Oh, and a couple more points, Dave.  There was no like, and, thus, no dry-heave-inducing epiphany.  Just another joke gone too far.  That’s my official version, and I’m sticking to it.  Also, I think there is something odd about the fact that I don’t Google stalk my friends.  I thing you’re right that that should be the exception, not the rule.  Whatever.



{October 25, 2009}   I don’t want to get over you

bummers title

mailbox bummer

Don’t you hate it when a meme shows up that almost really, really resonates with you, but seems to fall just short of the mark in some way?  That comes maddeningly close to describing some defining experience?  Close enough that you feel like you’re kind of stuck with the term?

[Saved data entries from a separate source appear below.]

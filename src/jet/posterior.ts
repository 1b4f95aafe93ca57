// What the true wind may have been, given uncertain levels: a smooth curve through them and its scatter.
//
// The true profile is taken as smooth in height, its curvature as independent from level to level with a variance that
// falls with height (a smoothing spline in its Bayesian form: Wahba 1978, J. Roy. Stat. Soc. B 40; as a Gaussian Markov
// field: Rue & Held 2005). Precision is then a matrix with five diagonals; its Cholesky factor gives mean and samples in a
// handful of operations a level. How rough the profile is and how noisy its levels are is weighed by marginal likelihood.

import type { WindColumn } from '../profile/index.ts';
import type { UncertaintyOrigin } from './uncertainty.ts';

/** Gaussian posterior of the speeds of a column. Reused from profile to profile. */
export interface Posterior {
  count: number;
  /** m/s */
  mean: Float64Array;
  /** Standard uncertainty taken for each level after weighing the roughness, m/s. */
  uncertainty: Float64Array;
  /** Cholesky factor of the precision: one over its diagonal, for divisions are slow, and the two below it. */
  inverse: Float64Array;
  below1: Float64Array;
  below2: Float64Array;
  /** One over the variance of each level. */
  precision: Float64Array;
  /** Precision of the smooth curve alone, same form, and work space. */
  smooth0: Float64Array;
  smooth1: Float64Array;
  smooth2: Float64Array;
}

export function posterior(capacity = 256): Posterior {
  const column = (): Float64Array => new Float64Array(capacity);
  return {
    count: 0,
    mean: column(),
    uncertainty: column(),
    inverse: column(),
    below1: column(),
    below2: column(),
    precision: column(),
    smooth0: column(),
    smooth1: column(),
    smooth2: column(),
  };
}

/**
 * Intensity of the curvature of wind profiles, (m/s/m2)2 m: at 100 m, and the least aloft. From the true profiles of
 * simulated nights, widened aloft because the real air has layers; the likelihood scales it for each profile.
 */
const CURVATURE_AT_100M = 5e-6;
const CURVATURE_LEAST = 3e-8;

/** Factors tried on the curvature relative to the noise, and on the noise. */
const RATIOS = [0.01, 0.1, 1, 10, 100];
const NOISE_FACTORS = [0.25, 0.35, 0.5, 0.7, 1, 1.4, 2, 2.8, 4];
/** Standard deviation of ln(noise factor) beforehand: stated uncertainties are trusted more than assumed ones. */
const NOISE_DOUBT: Readonly<Record<UncertaintyOrigin, number>> = { stated: 0.15, assumed: 0.7 };
/** The same for the curvature ratio. */
const RATIO_DOUBT = 2.5;

/** Fits the posterior to the first `count` levels of a column with complete uncertainties. */
export function fitPosteriorInto(wind: WindColumn, count: number, origin: UncertaintyOrigin, out: Posterior): void {
  // Two more than levels: see `departuresInto`.
  if (out.mean.length < count + 2) Object.assign(out, posterior(2 * count + 2));
  out.count = count;
  fillSmoothness(wind, count, out);
  out.uncertainty.set(wind.speedUncertainty.subarray(0, count));
  widenWild(wind, out);
  weigh(wind, origin, out);
}

/** Room for two pairs of samples. */
export type SampleQuad = readonly [Float64Array, Float64Array, Float64Array, Float64Array];

export function sampleQuad(capacity: number): SampleQuad {
  return [0, 1, 2, 3].map(() => new Float64Array(capacity)) as unknown as SampleQuad;
}

/**
 * Two pairs of samples of the true speeds, m/s by level. A pair comes of independent standard normal numbers, its members
 * lie as far from the mean, one on either side, and are equally likely.
 * @param from place in `normal` of the first pair's numbers; the second pair's begin `stride` further on
 */
export function samplesInto(
  fit: Posterior,
  normal: Float64Array,
  from: number,
  stride: number,
  [one, two, three, four]: SampleQuad,
): void {
  const { count, mean, inverse, below1, below2 } = fit;
  // Beyond the top nothing pulls: zeros there spare the loop its questions.
  below1[count] = 0;
  below2[count] = 0;
  below2[count + 1] = 0;
  let place = (from + count - 1) % normal.length;
  let otherPlace = (from + stride + count - 1) % normal.length;
  let above1 = 0;
  let above2 = 0;
  let other1 = 0;
  let other2 = 0;
  // Each departure waits for the one above: two pairs side by side fill the wait.
  for (let k = count - 1; k >= 0; k--) {
    const pull1 = below1[k + 1]!;
    const pull2 = below2[k + 2]!;
    const scale = inverse[k]!;
    const middle = mean[k]!;
    const departure = (normal[place]! - pull2 * above2 - pull1 * above1) * scale;
    const other = (normal[otherPlace]! - pull2 * other2 - pull1 * other1) * scale;
    above2 = above1;
    above1 = departure;
    other2 = other1;
    other1 = other;
    one[k] = atLeastCalm(middle + departure);
    two[k] = atLeastCalm(middle - departure);
    three[k] = atLeastCalm(middle + other);
    four[k] = atLeastCalm(middle - other);
    place = place === 0 ? normal.length - 1 : place - 1;
    otherPlace = otherPlace === 0 ? normal.length - 1 : otherPlace - 1;
  }
}

/** Quicker than Math.max, which must think of signed zeros. */
function atLeastCalm(speed: number): number {
  return speed > 0 ? speed : 0;
}

/** Falls with the power 2.5 of height, which a root gives sooner than a power; lowest values as at 20 m. */
function curvatureAt(height: number): number {
  const hundreds = Math.max(height, 20) / 100;
  return CURVATURE_AT_100M / (hundreds * hundreds * Math.sqrt(hundreds)) + CURVATURE_LEAST;
}

/** Spacing of levels, m, from which on each may stand for a bend of its own. Our own choice. */
const COARSE = 60;

/**
 * How much more curvature is allowed where levels are far apart. Gates sample whatever there is; a sounding's significant
 * levels are chosen where the wind bends (WMO FM 35), so a lone fast one is the nose and not noise about a smooth curve.
 */
function coarseness(spacing: number): number {
  return spacing > COARSE ? (spacing / COARSE) ** 2 : 1;
}

/** Sum of squared second derivatives, each over its share of height, as a matrix of five diagonals. */
function fillSmoothness(wind: WindColumn, count: number, out: Posterior): void {
  const { smooth0, smooth1, smooth2 } = out;
  smooth0.fill(0, 0, count);
  smooth1.fill(0, 0, count);
  smooth2.fill(0, 0, count);
  for (let k = 1; k < count - 1; k++) {
    const height = wind.heightAgl[k]!;
    const lower = height - wind.heightAgl[k - 1]!;
    const upper = wind.heightAgl[k + 1]! - height;
    const a = 2 / (lower * (lower + upper));
    const c = 2 / (upper * (lower + upper));
    const b = -a - c;
    const spacing = (lower + upper) / 2;
    const weight = spacing / (curvatureAt(height) * coarseness(spacing));
    smooth0[k - 1]! += weight * a * a;
    smooth0[k]! += weight * b * b;
    smooth0[k + 1]! += weight * c * c;
    smooth1[k]! += weight * a * b;
    smooth1[k + 1]! += weight * b * c;
    smooth2[k + 1]! += weight * a * c;
  }
}

/** Chooses noise and curvature by marginal likelihood times what was thought beforehand, and leaves the fit in `out`. */
function weigh(wind: WindColumn, origin: UncertaintyOrigin, out: Posterior): void {
  const free = Math.max(1, out.count - 2);
  let best = -Infinity;
  let bestRatio = 1;
  let bestNoise = 1;
  fillPrecision(out);
  for (const ratio of RATIOS) {
    const logDeterminant = factorise(out, ratio);
    solveMean(wind, out);
    const misfit = misfitOf(wind, out, ratio);
    for (const noise of NOISE_FACTORS) {
      const scale = noise * noise;
      const likelihood = -logDeterminant - 0.5 * (free * Math.log(ratio) + free * Math.log(scale) + misfit / scale);
      const beforehand =
        -0.5 * ((Math.log(noise) / NOISE_DOUBT[origin]) ** 2 + (Math.log(ratio * scale) / RATIO_DOUBT) ** 2);
      if (likelihood + beforehand > best) {
        best = likelihood + beforehand;
        bestRatio = ratio;
        bestNoise = noise;
      }
    }
  }
  for (let k = 0; k < out.count; k++) out.uncertainty[k]! *= bestNoise;
  fillPrecision(out);
  factorise(out, bestRatio * bestNoise * bestNoise);
  solveMean(wind, out);
}

/** Weight of each level's own value: one over its variance. */
function fillPrecision({ count, uncertainty, precision }: Posterior): void {
  for (let k = 0; k < count; k++) precision[k] = 1 / (uncertainty[k]! * uncertainty[k]!);
}

/** Cholesky factor of smoothness/curvature + 1/variance. @returns half the logarithm of its determinant */
function factorise(out: Posterior, curvature: number): number {
  const { count, precision, smooth0, smooth1, smooth2, inverse, below1, below2 } = out;
  const stiffness = 1 / curvature;
  let logSum = 0;
  let product = 1;
  for (let k = 0; k < count; k++) {
    const two = k >= 2 ? smooth2[k]! * stiffness * inverse[k - 2]! : 0;
    const one = k >= 1 ? (smooth1[k]! * stiffness - (k >= 2 ? two * below1[k - 1]! : 0)) * inverse[k - 1]! : 0;
    const root = Math.sqrt(smooth0[k]! * stiffness + precision[k]! - one * one - two * two);
    below2[k] = two;
    below1[k] = one;
    inverse[k] = 1 / root;
    // Logarithms are slow too: one for the product of several roots.
    product *= root;
    if ((k & 7) === 7) {
      logSum += Math.log(product);
      product = 1;
    }
  }
  return logSum + Math.log(product);
}

function solveMean(wind: WindColumn, out: Posterior): void {
  const { count, precision, inverse, below1, below2, mean } = out;
  for (let k = 0; k < count; k++) {
    let sum = wind.speed[k]! * precision[k]!;
    if (k >= 1) sum -= below1[k]! * mean[k - 1]!;
    if (k >= 2) sum -= below2[k]! * mean[k - 2]!;
    mean[k] = sum * inverse[k]!;
  }
  for (let k = count - 1; k >= 0; k--) {
    let sum = mean[k]!;
    if (k + 1 < count) sum -= below1[k + 1]! * mean[k + 1]!;
    if (k + 2 < count) sum -= below2[k + 2]! * mean[k + 2]!;
    mean[k] = sum * inverse[k]!;
  }
}

/** Squared distance of the levels from the curve plus the curve's own roughness, both in units of their variance. */
function misfitOf(wind: WindColumn, out: Posterior, curvature: number): number {
  const { count, precision, mean, smooth0, smooth1, smooth2 } = out;
  const stiffness = 1 / curvature;
  let misfit = 0;
  for (let k = 0; k < count; k++) {
    const residual = wind.speed[k]! - mean[k]!;
    let rough = smooth0[k]! * mean[k]!;
    if (k >= 1) rough += 2 * smooth1[k]! * mean[k - 1]!;
    if (k >= 2) rough += 2 * smooth2[k]! * mean[k - 2]!;
    misfit += residual * residual * precision[k]! + mean[k]! * rough * stiffness;
  }
  return misfit;
}

/** Levels on either side that a level is held against. */
const NEIGHBOURS = 2;
/**
 * A level further than so many uncertainties, and so many m/s, from the median around it is wild; more is allowed the
 * further its nearer neighbour is away, by a shear (1/s) that jets do reach. Our own choice.
 */
const WILD_UNCERTAINTIES = 5;
const WILD_LEAST = 3;
const WILD_SHEAR = 0.03;

/** Makes a lone wild level as uncertain as it is far off, so that it does not carry the profile. */
function widenWild(wind: WindColumn, out: Posterior): void {
  const { heightAgl, speed } = wind;
  const around = new Float64Array(2 * NEIGHBOURS + 1);
  for (let k = 0; k < out.count; k++) {
    const first = Math.max(0, k - NEIGHBOURS);
    const last = Math.min(out.count - 1, k + NEIGHBOURS);
    let held = 0;
    for (let j = first; j <= last; j++) {
      // Put in order as they come: five values are not worth calling a sort for.
      let place = held++;
      for (; place > 0 && around[place - 1]! > speed[j]!; place--) around[place] = around[place - 1]!;
      around[place] = speed[j]!;
    }
    const off = Math.abs(speed[k]! - around[held >> 1]!);
    const gap = Math.min(
      k > 0 ? heightAgl[k]! - heightAgl[k - 1]! : Infinity,
      k < out.count - 1 ? heightAgl[k + 1]! - heightAgl[k]! : Infinity,
    );
    const allowed = Math.max(WILD_LEAST, WILD_UNCERTAINTIES * out.uncertainty[k]!) + WILD_SHEAR * gap;
    if (off > allowed) out.uncertainty[k] = off;
  }
}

What could I be talking about, Russ?  Well, I’ll tell you.  It’s thehate crush.”

Your symptoms
You are obsessed with this person who really bothers you.  You can’t help but read her blog on Facebook/ Twitter. When you run into her, and sometimes you look for opportunities to run into her, your pulse races. You can hear your heartbeat pounding in your head.  You pray for her downfall and plot to outshine her.

Here’s more.

It is true, these relationships have much of the unpleasant intensity of a crush, the element of obsession, the need to bring it up at all times – and, most important, next to nothing to do with the object thereof. A “hate crush” is about you, about projections and insecurities. If a crush is about seeing the best version of yourself as you envision it, a “hate crush” is about the worst. I know many a friend – male and female – who’s fallen prey to the classic scenario, such feelings about an ex’s new partner, something social networking, Twitter and Google help exactly not at all. It becomes a reciprocal relationship – comparing themselves to pictures and interests and resumes and musical tastes. One cliched quote can provide an unwholesome sense of validation, even as it feeds the mania. And as in many a crush, they don’t always know you exist.

You and I, Russ, we’ve had our share of obsessive preoccupations with people that we didn’t like.  Or people that we possibly kind of liked and kind of didn’t like at the same time.  And people that we pretended to like, or not to like, because it seemed really funny.  And people that we used to like but stopped liking — often in a moment of dry-heave-inducing epiphany.  I like to think, in fact, that you and I have turned this kind of negative devotion into an art form.

But all the descriptions I’ve read seem to miss something elemental about the hate crush, at least as I’ve experienced it.  There is so much giddy fun to be had in, oh, I dunno, obsessively researching your bff’s hateful wife on Google and emailing the choicest links to your mutual friends.  And there seems to be an implicit assumption in these articles that any kind of obsession is inherently unhealthy and destructive — when in fact, I think that my hate crushes are fun, and possibly even cathartic.

Then again, I find it disturbing when people tell me they don’t Google stalk their friends.  My god, people, are you not human?  Don’t you have any curiosity at all?